Need to design primers and get to know the genome of the phage

- Learnt about Mega5 to compare genome and protein sequence


3/25/13

- Reported on past week and plans for this week

From last week: titering experiment
This week
Learn to make top agar at various concentrations
Background research to determine in vitro assembly vs altering genome – look into specific techniques
Comparing genome of phage and decide on possible site-directed mutagenesis options

- Start working on designing our site directed mutagenesis

Qbeta vs MS2
Look for places where sequences are significantly different
Might be worthwhile to look at capsid structure to identify the regions where interactions between subunits take place
Qbeta vs T7 major
No real consensus – more worthwhile to compare capsid protein sequence of T7 with those that have similar size to it
T7 major vs minor
Minor is longer, but not necessary – the tail overhang is due to ribosome moving two codons downstream instead of three
Suggest we can direct mutation to the poly-U site and prevent ribosome slippage
Qbeta major vs minor
Just continue transcribing after it reaches the stop codon. What does the stop codon code for?

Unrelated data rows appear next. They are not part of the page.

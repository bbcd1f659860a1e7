"""`import`, `export`, `template`, `mappings`: runs from files and into files."""

from __future__ import annotations

import sys
from pathlib import Path
from typing import TYPE_CHECKING, Annotated, Any, Literal, Optional

import typer

from kb.cli import exit_codes
from kb.cli.render import counted, wrapped
from kb.cli.session import Session, current_session
from kb.errors import Cancelled, ImportFileError
from kb.plain import excerpt

if TYPE_CHECKING:
    from kb.exchange.headings import ColumnMapping
    from kb.exchange.loading import LoadReport

FEW = 10
"""Rejections and unknown names that are listed; --json has more."""
Word = Optional[str]  # noqa: UP045 - typer reads the annotations at run time
DateOrder = Optional[Literal["dmy", "mdy"]]  # noqa: UP045

SURE = ("exact", "synonym", "chosen")
"""How a heading was matched where nobody need be asked."""


def register(app: typer.Typer) -> None:
    """Add the commands of this file."""
    app.command("import")(import_file)
    app.command("export")(export_file)
    app.command("template")(template)
    app.command("mappings")(mappings)


def import_file(
    file: Annotated[str, typer.Argument(help="CSV, XLSX, JSON Lines, RDfile, RXN, SDF or SMILES list.")],
    dry_run: Annotated[bool, typer.Option("--dry-run", help="Say what would be stored; store nothing.")] = False,
    rejects: Annotated[Word, typer.Option("--rejects", metavar="FILE", help="Rows that could not be read.")] = None,
    mapping: Annotated[
        Word, typer.Option("--mapping", metavar="NAME", help="Headings to fields: a saved name, or FILE.json.")
    ] = None,
    save_as: Annotated[
        Word, typer.Option("--save-mapping", metavar="NAME", help="Save what the headings were taken for.")
    ] = None,
    sheet: Annotated[Word, typer.Option("--sheet", metavar="NAME", help="Which sheet of a workbook.")] = None,
    dates: Annotated[DateOrder, typer.Option("--dates", help="Order of dates like 03/04/2024.")] = None,
    yes: Annotated[bool, typer.Option("--yes", help="Do not ask about headings that only resemble a field.")] = False,
) -> int:
    """Take runs in from a file; run again, nothing is doubled."""
    from kb.book.mappings import load_mapping, save_mapping, with_date_order

    session = current_session()
    if rejects is not None and Path(rejects).exists() and Path(file).exists() and Path(rejects).samefile(file):
        raise ImportFileError(f"{rejects} is the file that is read.", "Name another one for the rejects.", rejects)
    fields = with_date_order(load_mapping(mapping) if mapping is not None else None, dates)
    _confirm(session, Path(file), fields, sheet, is_sure=yes or dry_run)
    with session.opened() as book, session.progress("Importing") as progress:
        report = book.import_file(
            Path(file),
            who=session.initials,
            dry_run=dry_run,
            rejects=Path(rejects) if rejects else None,
            mapping=fields,
            sheet=sheet,
            progress=progress,
        )
    if save_as is not None:
        if report.mapping is None:
            raise ImportFileError(f"{file} has no headings to save.", "Mappings are for tables.", file)
        session.say(f"The mapping is saved: {save_mapping(save_as, report.mapping)}")
    session.answer(report.as_dict(), _import_text(report, rejects, dry_run=dry_run))
    if report.stopped:
        return exit_codes.INTERRUPTED
    return exit_codes.REFUSED if report.rejected else exit_codes.DONE


def export_file(
    file: Annotated[str, typer.Argument(help="File to write; its ending tells the format.")],
) -> None:
    """Write every run of the book to a file."""
    session = current_session()
    with session.opened(read_only=True) as book, session.progress("Exporting") as progress:
        count = book.export_file(Path(file), progress)
    text = f"{counted(count, 'run')} written to {file}"
    session.answer({"file": file, "runs": count}, "\n".join(wrapped(text)))


def template(
    file: Annotated[str, typer.Argument(help="New file: .csv or .xlsx for an empty table, .json for the JSON Schema.")],
) -> None:
    """Write an empty table to fill in, or the JSON Schema of a run."""
    from kb.book.mappings import write_template

    what = write_template(Path(file))
    current_session().answer({"file": file}, "\n".join(wrapped(f"{file}: {what}.")))


def mappings(
    name: Annotated[Word, typer.Argument(help="Show this one.")] = None,
) -> None:
    """List the saved mappings of headings to fields, or show one."""
    from kb.book.mappings import load_mapping, saved_mappings

    session = current_session()
    if name is None:
        names = saved_mappings()
        text = "\n".join(names) or "No mapping is saved yet: `sidepath import FILE --save-mapping NAME` saves one."
        session.answer(list(names), "\n".join(wrapped(text)) if not names else text)
        return
    found = load_mapping(name)
    columns: dict[str, Any] = found.get("columns", found)
    lines = [f"{excerpt(str(heading), 40)}: {_use_words(use)}" for heading, use in columns.items()]
    session.answer(found, "\n".join(line for text in lines for line in wrapped(text)))


def _confirm(session: Session, file: Path, fields: Any, sheet: str | None, *, is_sure: bool) -> None:
    """Show what the headings of a table are taken for, and ask where that is not sure and somebody is there to answer.

    Raises:
        Cancelled: the answer was no.
    """
    from kb.book.mappings import headings_of

    is_asked = sys.stdin.isatty() and sys.stderr.isatty() and not (is_sure or session.quiet or session.as_json)
    if not is_asked:
        return
    found = headings_of(file, fields, sheet)
    if found is None:
        return
    session.say("\n".join(_heading_lines(found)))
    if any(c.how not in (*SURE, "blank") for c in found.columns) and not typer.confirm(
        "Take the columns so?", default=True, err=True
    ):
        raise Cancelled(
            "Nothing was imported.", "Give --mapping, or rename the headings; `sidepath template FILE.csv` shows them."
        )


def _heading_lines(mapping: ColumnMapping) -> list[str]:
    """Return a line for each column: what it is taken for, and how surely."""
    lines = []
    for column in mapping.columns:
        if column.how == "blank":
            continue
        unit = f" [{column.unit}]" if column.unit else ""
        words = f"{column.field}{unit}" if column.field else "not used"
        reason = {
            "resembles": " (resembles it)",
            "unclear": " (could be one of two fields)",
            "spare": " (another column gives that already)",
            "unknown": " (no field is called so)" if not column.field else "",
        }.get(column.how, "")
        lines += wrapped(f"{excerpt(column.heading, 40)}: {words}{reason}", 4, first="  ")
    return lines


def _use_words(use: Any) -> str:
    if isinstance(use, dict):
        unit = f" [{use['unit']}]" if use.get("unit") else ""
        return f"{use.get('field') or 'not used'}{unit}"
    return str(use or "not used")


def _import_text(report: LoadReport, rejects: str | None, *, dry_run: bool) -> str:
    """Return what an import did, with the first rejections."""
    lines = wrapped(
        f"{counted(report.read, 'row')} read: {report.stored:,} {'would be stored' if dry_run else 'stored'}, "
        f"{report.duplicate:,} already there, {report.rejected:,} rejected."
    )
    if dry_run and report.mapping is not None:
        lines += ["The columns are taken for:", *_heading_lines(report.mapping)]
    for rejection in report.rejections[:FEW]:
        lines += wrapped(f"row {rejection.row}, {rejection.column or 'whole row'}: {rejection.reason}", 2)
    if report.rejected > FEW:
        lines.append(f"  and {report.rejected - FEW:,} more")
    if report.unknown_names:
        names = ", ".join(f"{name} ({count})" for name, count in report.unknown_names[:FEW])
        more = f" and {len(report.unknown_names) - FEW} more" if len(report.unknown_names) > FEW else ""
        lines += wrapped(f"Not in the catalogue, kept as written: {names}{more}.")
    if report.rejected and rejects:
        lines += wrapped(f"The rejected rows are in {rejects}: mend them there and import that file.")
    elif report.rejected:
        lines += wrapped("With --rejects FILE they are kept in a file to mend and import.")
    if report.stopped:
        lines.append("Stopped; import the file again to go on. Nothing is doubled.")
    return "\n".join(lines)
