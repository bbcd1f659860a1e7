"""`check` and `demo`: the assessment of a planned step."""

from __future__ import annotations

import shlex
from dataclasses import replace
from typing import Annotated, Optional

import typer

from kb.cli.checking import answer_check, show_assessment
from kb.cli.conditions import (
    AcidFlag,
    AddFlag,
    AtmosphereFlag,
    BaseFlag,
    ConcFlag,
    ScaleFlag,
    SolventFlag,
    TempFlag,
    TimeFlag,
    WithFlag,
)
from kb.cli.session import current_session, put
from kb.plain import plain
from kb.vocabulary import Severity


def register(app: typer.Typer) -> None:
    """Add the commands of this file."""
    app.command("check")(check)
    app.command("demo")(demo)


def check(
    scheme: Annotated[str, typer.Argument(help="Reaction SMILES, a substrate, a name, or a path to an RXN/mol file.")],
    reagents: WithFlag = None,
    bases: BaseFlag = None,
    acids: AcidFlag = None,
    additives: AddFlag = None,
    solvents: SolventFlag = None,
    temp: TempFlag = None,
    time: TimeFlag = None,
    conc: ConcFlag = None,
    scale: ScaleFlag = None,
    atmosphere: AtmosphereFlag = None,
    top: Annotated[
        Optional[int],  # noqa: UP045 - read at run time
        typer.Option("--top", metavar="N", min=0, max=200, help="How many precedents; by the settings, else 5."),
    ] = None,
    fail_on: Annotated[
        Optional[Severity],  # noqa: UP045 - read at run time
        typer.Option("--fail-on", help="Exit with 3 when a finding is at least this severe."),
    ] = None,
    at_date: Annotated[
        Optional[str],  # noqa: UP045
        typer.Option("--at-date", metavar="YYYY-MM-DD", help="Leave later runs out."),
    ] = None,
    acknowledge: Annotated[
        Optional[str],  # noqa: UP045
        typer.Option("--acknowledge", metavar="ID", help="Finding that is seen and taken on; it stays."),
    ] = None,
    because: Annotated[
        Optional[str],  # noqa: UP045
        typer.Option("--because", metavar="REASON", help="Why, for --acknowledge; kept with your initials."),
    ] = None,
) -> int:
    """Check a planned step against the record, known liabilities and hazards."""
    words = {
        "reagents": reagents,
        "bases": bases,
        "acids": acids,
        "additives": additives,
        "solvents": solvents,
        "temperature": temp,
        "time": time,
        "concentration": conc,
        "scale": scale,
        "atmosphere": atmosphere,
    }
    return answer_check(
        current_session(),
        scheme,
        words,
        top=top,
        fail_on=fail_on,
        at_date=at_date,
        acknowledge=acknowledge,
        because=because,
    )


def demo() -> None:
    """Build the demo book, check one planned step against it, and say what to open next."""
    from kb.book import build_demo, demo_plan

    session = current_session()
    with session.progress("Building the demo book") as progress:
        path, built = build_demo(session.book, progress)
    session.say(f"{'Built' if built else 'Using'} the demo book (invented runs) at {path}")
    session = replace(session, book=str(path))
    with session.opened(read_only=True) as book:
        assessment = book.check(demo_plan())
        count = book.count()
    show_assessment(session, assessment)
    if not session.as_json:
        put(
            f"\nChecked against {count} invented runs. Open the book in the terminal interface with\n"
            f"  sidepath --book {plain(shlex.quote(str(path)))} tui"
        )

- Research into in-vitro assembly vs direct mutation of phage genome

It seems that we’ll need to clone the genome of the phage into a plasmid and let it assemble in an E coli
Using chemicals we can induce random mutations in phage – might be worthwhile if selection in agar is not working as well.


3/27/13

- More research on genome of enterobacteria phage

Generation of the major and minor capsid in Q beta
Capsid protein information research
Capsid protein sequence comparison

- Outlined protocol for producing stock top agar

4.3 Top Agar Stock Preparation


3/29/13

- Worked on our first team presentation.